**REQUIRED ACTION:**
Only the lines that include "turbulent" should be copied from the data below.
------------------------------------------------------------------------
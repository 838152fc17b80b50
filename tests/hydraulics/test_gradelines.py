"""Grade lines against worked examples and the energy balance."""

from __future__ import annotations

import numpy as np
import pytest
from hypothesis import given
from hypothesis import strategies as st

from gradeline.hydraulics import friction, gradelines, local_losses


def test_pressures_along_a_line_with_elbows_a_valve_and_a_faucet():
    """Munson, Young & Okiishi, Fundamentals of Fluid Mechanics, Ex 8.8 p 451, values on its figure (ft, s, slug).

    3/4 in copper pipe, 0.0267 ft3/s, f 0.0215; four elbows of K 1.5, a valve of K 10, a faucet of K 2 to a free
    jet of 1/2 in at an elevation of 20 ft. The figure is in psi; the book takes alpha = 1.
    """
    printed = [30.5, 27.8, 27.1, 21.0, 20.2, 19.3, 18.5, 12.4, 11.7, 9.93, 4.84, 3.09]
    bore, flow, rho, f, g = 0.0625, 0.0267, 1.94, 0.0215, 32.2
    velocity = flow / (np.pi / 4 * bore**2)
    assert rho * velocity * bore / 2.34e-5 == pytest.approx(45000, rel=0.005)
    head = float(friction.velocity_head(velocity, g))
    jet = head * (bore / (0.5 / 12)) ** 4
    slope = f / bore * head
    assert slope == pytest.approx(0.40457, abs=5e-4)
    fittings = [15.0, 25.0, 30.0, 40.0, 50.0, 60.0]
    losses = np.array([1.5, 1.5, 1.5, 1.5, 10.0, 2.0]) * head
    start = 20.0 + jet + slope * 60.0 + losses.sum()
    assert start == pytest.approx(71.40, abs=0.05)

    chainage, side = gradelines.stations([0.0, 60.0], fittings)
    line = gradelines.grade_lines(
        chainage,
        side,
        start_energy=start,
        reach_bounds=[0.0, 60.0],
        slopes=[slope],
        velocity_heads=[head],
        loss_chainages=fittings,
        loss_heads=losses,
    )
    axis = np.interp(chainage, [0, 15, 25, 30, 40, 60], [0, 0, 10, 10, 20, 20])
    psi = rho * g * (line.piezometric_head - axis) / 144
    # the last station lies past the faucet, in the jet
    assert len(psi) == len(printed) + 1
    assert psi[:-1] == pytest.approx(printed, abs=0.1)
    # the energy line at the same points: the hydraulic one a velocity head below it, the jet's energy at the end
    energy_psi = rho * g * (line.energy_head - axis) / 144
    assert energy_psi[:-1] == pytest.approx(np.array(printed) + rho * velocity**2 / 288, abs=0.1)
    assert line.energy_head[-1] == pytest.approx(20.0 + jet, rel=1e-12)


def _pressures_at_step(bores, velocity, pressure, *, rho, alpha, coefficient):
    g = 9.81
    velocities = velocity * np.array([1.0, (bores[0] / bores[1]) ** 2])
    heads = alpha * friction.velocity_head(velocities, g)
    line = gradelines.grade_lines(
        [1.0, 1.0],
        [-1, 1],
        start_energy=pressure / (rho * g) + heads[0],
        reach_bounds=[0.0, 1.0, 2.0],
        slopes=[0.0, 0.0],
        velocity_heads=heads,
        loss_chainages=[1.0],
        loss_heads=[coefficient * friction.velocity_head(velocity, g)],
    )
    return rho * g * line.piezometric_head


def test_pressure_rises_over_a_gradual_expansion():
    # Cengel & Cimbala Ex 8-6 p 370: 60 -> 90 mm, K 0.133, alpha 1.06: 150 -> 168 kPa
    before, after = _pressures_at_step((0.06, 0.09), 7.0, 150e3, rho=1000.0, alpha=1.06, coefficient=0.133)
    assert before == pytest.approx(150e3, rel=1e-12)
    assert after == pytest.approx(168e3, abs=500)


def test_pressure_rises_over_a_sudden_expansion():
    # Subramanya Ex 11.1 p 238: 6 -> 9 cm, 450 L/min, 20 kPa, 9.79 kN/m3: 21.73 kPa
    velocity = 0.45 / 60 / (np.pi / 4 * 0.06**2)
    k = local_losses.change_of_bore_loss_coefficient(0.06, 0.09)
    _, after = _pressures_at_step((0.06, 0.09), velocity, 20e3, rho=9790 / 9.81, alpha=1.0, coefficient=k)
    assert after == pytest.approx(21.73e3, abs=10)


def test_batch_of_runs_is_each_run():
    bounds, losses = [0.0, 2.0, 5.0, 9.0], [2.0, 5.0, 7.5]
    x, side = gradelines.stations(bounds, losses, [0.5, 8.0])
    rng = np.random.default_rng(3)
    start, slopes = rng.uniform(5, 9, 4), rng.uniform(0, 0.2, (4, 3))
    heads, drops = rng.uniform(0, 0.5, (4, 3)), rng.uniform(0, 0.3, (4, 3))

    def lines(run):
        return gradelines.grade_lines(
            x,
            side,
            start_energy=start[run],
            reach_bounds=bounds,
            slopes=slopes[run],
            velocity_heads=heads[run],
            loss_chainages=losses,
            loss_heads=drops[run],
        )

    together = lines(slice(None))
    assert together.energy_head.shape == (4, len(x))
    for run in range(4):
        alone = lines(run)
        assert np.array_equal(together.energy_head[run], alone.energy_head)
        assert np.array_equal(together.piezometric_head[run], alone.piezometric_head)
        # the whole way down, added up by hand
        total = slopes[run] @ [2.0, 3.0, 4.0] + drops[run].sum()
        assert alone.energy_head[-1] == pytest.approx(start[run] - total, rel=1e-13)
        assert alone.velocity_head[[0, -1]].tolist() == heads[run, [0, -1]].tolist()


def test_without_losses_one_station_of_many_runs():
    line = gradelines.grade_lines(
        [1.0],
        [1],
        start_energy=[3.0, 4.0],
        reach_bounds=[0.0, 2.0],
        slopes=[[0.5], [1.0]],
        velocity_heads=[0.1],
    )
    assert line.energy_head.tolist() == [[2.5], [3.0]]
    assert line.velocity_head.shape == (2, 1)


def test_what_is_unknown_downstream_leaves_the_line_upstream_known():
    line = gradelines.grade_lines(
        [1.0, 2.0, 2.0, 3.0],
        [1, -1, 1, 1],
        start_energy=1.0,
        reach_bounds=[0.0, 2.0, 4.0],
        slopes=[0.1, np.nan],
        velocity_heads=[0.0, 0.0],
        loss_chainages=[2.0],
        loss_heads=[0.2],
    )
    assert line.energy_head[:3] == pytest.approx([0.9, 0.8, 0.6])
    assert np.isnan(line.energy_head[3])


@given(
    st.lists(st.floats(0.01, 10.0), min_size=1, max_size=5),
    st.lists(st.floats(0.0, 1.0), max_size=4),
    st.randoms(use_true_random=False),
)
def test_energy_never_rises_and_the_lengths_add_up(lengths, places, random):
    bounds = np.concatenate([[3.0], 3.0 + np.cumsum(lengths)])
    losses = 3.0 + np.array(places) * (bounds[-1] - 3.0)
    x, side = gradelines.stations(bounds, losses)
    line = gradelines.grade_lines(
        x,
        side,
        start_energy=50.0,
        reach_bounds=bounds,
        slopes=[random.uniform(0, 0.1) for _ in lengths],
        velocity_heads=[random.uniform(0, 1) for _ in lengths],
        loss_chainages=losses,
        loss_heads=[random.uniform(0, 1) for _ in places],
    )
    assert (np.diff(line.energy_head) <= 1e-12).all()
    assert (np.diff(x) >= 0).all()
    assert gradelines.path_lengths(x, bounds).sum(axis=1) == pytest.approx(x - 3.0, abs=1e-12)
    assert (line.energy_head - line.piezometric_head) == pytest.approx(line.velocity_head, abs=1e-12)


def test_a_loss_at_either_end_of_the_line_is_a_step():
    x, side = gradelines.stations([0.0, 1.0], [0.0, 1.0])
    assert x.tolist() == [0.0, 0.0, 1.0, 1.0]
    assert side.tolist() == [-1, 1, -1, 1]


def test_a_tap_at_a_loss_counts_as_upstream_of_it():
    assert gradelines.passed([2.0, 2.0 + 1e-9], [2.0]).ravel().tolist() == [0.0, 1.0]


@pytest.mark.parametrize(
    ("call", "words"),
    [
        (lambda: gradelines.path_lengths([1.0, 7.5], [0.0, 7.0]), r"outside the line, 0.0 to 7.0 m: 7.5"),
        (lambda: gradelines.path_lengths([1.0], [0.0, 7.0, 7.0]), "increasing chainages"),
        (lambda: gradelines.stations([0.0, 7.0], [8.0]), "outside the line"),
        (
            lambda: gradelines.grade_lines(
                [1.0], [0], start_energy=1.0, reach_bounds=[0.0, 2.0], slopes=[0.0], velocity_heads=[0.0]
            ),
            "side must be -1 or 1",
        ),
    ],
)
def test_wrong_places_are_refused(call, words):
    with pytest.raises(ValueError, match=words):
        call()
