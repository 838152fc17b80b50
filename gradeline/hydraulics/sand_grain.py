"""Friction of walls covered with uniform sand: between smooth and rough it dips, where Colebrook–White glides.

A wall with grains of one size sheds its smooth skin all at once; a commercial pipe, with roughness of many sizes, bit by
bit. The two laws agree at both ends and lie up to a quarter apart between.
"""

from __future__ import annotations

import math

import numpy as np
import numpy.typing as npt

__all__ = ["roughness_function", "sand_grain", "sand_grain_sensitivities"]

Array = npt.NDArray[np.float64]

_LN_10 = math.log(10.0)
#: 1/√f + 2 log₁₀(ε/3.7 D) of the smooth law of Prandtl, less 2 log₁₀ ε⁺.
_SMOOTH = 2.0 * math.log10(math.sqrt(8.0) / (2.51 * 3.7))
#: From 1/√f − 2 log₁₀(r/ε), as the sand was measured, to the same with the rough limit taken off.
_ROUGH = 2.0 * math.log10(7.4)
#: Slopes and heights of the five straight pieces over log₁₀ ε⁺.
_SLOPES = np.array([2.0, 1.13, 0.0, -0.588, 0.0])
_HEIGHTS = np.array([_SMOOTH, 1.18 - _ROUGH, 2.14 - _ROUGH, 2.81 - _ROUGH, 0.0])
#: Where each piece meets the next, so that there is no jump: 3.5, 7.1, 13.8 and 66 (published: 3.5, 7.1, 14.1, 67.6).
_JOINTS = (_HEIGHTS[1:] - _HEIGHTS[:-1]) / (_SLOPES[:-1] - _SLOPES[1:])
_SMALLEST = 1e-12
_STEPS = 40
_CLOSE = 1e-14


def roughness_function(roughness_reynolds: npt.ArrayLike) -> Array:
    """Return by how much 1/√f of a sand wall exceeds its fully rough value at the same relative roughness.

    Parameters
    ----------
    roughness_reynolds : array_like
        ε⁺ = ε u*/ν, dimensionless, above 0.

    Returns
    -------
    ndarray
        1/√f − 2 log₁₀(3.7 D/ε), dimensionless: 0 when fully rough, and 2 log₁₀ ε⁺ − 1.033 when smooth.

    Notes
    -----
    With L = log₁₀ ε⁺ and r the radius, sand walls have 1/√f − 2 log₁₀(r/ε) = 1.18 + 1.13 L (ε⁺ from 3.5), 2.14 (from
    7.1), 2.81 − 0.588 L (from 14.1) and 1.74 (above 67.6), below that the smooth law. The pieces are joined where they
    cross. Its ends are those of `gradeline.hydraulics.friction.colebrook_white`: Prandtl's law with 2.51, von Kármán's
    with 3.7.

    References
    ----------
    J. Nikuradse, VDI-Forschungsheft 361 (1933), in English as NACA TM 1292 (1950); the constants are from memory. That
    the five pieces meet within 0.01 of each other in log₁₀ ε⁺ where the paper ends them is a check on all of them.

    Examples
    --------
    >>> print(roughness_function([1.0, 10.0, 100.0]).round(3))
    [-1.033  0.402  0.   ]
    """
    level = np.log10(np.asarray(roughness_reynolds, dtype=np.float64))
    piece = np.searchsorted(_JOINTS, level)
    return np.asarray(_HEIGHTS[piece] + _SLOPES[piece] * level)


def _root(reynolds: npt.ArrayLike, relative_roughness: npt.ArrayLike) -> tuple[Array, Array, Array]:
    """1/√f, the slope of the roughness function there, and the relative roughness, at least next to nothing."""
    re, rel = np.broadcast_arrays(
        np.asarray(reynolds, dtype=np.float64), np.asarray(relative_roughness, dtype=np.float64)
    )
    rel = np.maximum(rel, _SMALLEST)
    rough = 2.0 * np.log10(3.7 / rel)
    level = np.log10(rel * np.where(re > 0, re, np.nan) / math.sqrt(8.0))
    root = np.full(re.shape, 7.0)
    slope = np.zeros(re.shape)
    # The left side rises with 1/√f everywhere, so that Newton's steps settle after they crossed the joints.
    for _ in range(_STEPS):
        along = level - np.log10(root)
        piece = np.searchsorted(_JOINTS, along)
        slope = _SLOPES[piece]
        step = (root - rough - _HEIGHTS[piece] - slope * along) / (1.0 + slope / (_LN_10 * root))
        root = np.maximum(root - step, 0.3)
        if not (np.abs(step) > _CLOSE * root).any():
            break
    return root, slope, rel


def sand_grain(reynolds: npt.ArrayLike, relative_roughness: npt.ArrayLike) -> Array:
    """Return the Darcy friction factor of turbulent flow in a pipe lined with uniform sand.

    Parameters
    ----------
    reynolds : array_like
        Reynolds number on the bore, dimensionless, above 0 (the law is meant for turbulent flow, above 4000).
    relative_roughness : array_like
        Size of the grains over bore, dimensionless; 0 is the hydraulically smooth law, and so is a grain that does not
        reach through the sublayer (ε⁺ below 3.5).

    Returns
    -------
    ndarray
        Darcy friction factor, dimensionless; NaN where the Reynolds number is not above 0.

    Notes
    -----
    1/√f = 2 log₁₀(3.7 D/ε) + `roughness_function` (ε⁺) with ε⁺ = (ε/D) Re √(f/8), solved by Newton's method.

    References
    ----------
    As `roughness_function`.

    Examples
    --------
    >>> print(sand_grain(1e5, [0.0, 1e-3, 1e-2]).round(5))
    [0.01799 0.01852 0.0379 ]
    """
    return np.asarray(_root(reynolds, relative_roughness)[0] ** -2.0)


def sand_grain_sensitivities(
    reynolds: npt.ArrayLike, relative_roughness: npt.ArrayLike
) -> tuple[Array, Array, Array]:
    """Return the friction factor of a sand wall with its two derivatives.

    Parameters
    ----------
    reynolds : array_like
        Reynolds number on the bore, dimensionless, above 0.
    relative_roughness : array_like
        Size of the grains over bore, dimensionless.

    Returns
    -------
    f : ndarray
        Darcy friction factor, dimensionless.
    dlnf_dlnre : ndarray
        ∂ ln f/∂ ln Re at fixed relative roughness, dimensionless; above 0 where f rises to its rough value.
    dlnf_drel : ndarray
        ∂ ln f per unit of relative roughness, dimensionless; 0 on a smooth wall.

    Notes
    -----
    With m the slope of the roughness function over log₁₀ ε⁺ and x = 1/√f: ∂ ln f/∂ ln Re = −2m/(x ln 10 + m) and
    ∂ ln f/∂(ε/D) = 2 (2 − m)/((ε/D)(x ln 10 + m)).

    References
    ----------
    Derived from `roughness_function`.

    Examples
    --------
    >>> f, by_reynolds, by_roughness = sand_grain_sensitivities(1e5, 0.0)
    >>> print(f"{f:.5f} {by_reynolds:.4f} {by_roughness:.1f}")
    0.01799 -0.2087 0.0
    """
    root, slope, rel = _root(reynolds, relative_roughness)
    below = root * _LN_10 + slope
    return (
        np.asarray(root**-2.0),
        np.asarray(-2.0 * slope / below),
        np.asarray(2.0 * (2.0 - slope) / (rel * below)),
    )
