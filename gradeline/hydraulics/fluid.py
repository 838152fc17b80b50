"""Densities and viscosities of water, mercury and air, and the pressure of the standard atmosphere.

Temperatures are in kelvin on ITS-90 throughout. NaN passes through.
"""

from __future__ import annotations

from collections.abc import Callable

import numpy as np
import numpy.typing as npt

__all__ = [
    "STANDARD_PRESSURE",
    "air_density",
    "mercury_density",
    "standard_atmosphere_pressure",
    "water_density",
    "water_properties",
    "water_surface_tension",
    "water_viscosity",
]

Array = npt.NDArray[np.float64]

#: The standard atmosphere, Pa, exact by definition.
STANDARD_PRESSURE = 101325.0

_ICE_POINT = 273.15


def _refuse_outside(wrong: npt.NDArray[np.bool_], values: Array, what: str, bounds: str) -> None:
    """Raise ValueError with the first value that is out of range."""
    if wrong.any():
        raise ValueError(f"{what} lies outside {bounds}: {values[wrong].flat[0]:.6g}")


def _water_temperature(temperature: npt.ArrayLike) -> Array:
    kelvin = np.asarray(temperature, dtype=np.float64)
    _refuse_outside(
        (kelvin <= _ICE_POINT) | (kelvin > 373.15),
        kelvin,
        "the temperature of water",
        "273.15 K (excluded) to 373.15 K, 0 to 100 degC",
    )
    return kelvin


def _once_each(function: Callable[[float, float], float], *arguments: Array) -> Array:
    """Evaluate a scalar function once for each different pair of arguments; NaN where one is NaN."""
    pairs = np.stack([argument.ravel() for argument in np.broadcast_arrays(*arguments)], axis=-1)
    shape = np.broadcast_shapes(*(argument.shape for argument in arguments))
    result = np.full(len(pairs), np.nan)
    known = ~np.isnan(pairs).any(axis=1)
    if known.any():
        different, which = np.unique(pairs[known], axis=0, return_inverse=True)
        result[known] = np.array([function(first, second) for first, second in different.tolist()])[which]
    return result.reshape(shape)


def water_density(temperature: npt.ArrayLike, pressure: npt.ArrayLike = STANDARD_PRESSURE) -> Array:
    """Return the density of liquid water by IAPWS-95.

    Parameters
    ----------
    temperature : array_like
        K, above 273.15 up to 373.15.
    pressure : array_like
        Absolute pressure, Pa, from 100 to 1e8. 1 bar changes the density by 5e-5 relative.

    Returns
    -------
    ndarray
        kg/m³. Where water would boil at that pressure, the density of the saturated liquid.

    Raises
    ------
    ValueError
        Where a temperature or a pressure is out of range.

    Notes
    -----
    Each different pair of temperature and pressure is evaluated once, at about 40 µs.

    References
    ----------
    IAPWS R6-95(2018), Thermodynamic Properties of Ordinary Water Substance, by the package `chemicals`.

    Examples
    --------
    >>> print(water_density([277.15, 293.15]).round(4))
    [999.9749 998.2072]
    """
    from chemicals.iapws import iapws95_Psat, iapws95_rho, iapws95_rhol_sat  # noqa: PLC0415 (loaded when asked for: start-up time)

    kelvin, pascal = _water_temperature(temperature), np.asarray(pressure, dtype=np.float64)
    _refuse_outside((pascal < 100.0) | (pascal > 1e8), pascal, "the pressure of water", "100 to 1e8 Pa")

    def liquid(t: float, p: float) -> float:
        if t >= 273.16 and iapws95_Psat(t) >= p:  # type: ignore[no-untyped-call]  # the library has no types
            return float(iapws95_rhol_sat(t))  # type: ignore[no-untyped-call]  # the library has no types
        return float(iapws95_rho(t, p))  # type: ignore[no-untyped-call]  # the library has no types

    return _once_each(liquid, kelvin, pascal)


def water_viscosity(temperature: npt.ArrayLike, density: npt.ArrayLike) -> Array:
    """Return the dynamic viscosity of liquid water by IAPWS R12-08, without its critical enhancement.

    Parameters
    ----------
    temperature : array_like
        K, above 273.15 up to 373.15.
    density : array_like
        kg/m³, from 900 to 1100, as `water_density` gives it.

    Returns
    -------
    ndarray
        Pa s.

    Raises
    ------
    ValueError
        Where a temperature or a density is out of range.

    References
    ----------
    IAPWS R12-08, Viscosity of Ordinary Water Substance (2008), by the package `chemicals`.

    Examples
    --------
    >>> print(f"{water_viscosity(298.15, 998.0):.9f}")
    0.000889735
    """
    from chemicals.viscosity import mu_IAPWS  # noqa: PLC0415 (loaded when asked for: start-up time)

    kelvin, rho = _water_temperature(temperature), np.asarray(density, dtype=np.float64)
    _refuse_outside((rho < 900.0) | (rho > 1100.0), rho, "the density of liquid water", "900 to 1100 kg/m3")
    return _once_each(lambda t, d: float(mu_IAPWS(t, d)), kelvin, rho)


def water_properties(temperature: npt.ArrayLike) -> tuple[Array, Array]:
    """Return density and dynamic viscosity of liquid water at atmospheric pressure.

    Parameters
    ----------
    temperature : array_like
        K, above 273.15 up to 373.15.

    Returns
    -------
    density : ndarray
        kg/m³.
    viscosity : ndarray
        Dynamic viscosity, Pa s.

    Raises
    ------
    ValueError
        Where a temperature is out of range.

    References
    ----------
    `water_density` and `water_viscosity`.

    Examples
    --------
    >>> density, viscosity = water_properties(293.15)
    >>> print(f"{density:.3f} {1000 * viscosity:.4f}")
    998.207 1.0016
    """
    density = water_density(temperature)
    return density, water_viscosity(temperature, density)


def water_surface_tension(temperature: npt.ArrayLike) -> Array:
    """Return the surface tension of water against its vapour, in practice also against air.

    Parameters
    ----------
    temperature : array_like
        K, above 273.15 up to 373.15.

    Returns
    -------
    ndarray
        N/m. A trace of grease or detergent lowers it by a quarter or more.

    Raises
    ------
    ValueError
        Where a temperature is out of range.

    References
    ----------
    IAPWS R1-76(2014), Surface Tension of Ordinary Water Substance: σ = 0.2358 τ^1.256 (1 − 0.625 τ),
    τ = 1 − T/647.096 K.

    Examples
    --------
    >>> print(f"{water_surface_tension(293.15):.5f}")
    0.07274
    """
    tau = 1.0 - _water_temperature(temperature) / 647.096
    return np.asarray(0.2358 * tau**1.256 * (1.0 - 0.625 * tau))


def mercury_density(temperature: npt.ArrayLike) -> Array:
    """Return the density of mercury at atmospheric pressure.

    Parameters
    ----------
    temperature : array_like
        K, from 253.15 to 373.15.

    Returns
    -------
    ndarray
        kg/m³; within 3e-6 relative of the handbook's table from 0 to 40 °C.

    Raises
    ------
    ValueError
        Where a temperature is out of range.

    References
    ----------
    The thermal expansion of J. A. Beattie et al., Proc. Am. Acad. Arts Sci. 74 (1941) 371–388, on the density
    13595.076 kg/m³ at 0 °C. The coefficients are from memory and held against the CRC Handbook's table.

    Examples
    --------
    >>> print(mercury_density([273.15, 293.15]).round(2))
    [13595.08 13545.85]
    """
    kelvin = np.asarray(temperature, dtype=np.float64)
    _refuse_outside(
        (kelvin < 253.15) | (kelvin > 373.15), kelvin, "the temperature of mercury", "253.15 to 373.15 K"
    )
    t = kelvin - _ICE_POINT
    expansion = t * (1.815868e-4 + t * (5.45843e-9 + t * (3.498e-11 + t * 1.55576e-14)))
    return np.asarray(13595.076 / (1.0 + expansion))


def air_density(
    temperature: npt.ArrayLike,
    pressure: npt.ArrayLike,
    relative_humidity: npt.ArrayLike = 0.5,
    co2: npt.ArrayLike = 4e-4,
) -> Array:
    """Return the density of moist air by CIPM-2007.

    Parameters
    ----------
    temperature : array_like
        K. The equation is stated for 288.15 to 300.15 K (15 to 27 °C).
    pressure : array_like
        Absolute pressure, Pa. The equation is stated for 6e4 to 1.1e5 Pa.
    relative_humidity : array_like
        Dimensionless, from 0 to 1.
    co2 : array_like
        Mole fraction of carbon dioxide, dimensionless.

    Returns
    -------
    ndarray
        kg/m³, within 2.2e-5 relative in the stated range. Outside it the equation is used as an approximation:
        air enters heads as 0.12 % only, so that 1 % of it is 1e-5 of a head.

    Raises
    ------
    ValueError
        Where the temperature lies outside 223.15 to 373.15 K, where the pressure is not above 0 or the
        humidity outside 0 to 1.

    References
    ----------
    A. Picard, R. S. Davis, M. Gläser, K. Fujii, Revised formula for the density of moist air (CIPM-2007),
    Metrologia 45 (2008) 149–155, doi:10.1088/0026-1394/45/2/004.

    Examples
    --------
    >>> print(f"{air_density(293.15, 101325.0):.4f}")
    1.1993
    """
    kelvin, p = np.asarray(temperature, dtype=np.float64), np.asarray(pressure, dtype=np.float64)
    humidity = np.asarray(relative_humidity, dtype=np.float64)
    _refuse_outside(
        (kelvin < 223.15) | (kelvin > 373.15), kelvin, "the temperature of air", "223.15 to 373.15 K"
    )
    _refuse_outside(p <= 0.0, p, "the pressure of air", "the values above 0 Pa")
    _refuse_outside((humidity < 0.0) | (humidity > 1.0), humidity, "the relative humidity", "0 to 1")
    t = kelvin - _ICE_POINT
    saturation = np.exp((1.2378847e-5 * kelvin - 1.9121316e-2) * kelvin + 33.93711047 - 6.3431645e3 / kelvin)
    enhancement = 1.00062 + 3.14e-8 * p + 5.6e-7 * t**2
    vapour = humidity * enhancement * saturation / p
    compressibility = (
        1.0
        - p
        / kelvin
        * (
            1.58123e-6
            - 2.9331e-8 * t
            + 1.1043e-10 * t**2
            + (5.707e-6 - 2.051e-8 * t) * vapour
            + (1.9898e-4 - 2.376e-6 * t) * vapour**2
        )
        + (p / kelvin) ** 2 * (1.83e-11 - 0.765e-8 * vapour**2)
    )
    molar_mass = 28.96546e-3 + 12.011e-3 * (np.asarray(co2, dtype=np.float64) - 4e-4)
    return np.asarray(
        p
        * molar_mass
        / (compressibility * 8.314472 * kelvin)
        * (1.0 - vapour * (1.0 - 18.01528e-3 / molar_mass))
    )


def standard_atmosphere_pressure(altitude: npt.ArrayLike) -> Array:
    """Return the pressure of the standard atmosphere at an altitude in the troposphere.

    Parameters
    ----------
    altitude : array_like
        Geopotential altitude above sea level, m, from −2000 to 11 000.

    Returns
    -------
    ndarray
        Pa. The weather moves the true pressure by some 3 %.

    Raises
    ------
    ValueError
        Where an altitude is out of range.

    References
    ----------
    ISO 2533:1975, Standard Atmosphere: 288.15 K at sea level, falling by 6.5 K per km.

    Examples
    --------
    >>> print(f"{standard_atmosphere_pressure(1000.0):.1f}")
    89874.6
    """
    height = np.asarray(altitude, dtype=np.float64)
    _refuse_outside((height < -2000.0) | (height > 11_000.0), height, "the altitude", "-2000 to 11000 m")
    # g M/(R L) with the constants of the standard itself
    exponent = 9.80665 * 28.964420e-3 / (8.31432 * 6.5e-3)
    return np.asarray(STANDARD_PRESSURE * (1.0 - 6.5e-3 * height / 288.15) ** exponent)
------------------------------------------------------------------------
**SOLUTION FOR THIS TASK:**
    """Return the Darcy friction factor of turbulent flow in a pipe lined with uniform sand.
        Reynolds number on the bore, dimensionless, above 0 (the law is meant for turbulent flow, above 4000).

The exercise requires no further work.